**Listed entries**.
====================

// SPDX-License-Identifier: GPL-2.0-or-later
#pragma once

#include <cstdint>
#include <filesystem>
#include <optional>
#include <string>
#include <vector>

#include "io/toml_document.h"
#include "model/study_spec.h"

namespace foreglow {

/// Reads a study file, every key checked by itself and against the others; no map and no table is opened yet.
///
/// Paths in the file are relative to it, paths in overrides to the caller's folder.
/// @param overrides  "key=value" as given to --set, applied in order (see apply_override)
/// @throws InputError "FILE:LINE:COLUMN: ..." or "--set key=value: ..." where the request is wrong
[[nodiscard]] StudySpec read_study(const std::filesystem::path& path,
                                   const std::vector<std::string>& overrides = {});

/// The options of `make` without a study file; each is the study's key of that name, what is absent has the
/// study's default.
struct StudyOptions {
    std::string model;                     ///< --model: a bundled model's name or a path
    std::vector<std::string> frequencies;  ///< --frequency "70 GHz", one channel each, named "70GHz"
    std::optional<std::string> title;
    std::optional<std::int64_t> nside;  ///< needed
    std::optional<std::string> stokes, unit, precision, frame, ordering, polarization_convention, monopole,
        coverage;
    std::optional<std::string> bandwidth, beam_fwhm;  ///< of every channel
    std::optional<std::int64_t> lmax, seed, realizations;
    std::optional<double> accuracy;
    std::optional<std::string> truth;    ///< "false", "true" or "full"
    std::vector<std::string> overrides;  ///< --set
};

/// Makes a study from options alone: the same checks, the same StudySpec; its `source` is the study file that
/// says the same.
/// @throws InputError "--frequency: ..." where the request is wrong
[[nodiscard]] StudySpec make_study_from_options(const StudyOptions& options);

/// Makes a study from a parsed document.
/// @param file  empty where there is none; relative paths are then relative to the caller's folder
[[nodiscard]] StudySpec make_study(const TomlValue& document, const std::filesystem::path& file);

}  // namespace foreglow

====================

**What the task asks**. Find all lines holding the word "same" in the records above and copy them.

**Result of this task**.
/// Makes a study from options alone: the same checks, the same StudySpec; its `source` is the study file that
/// says the same.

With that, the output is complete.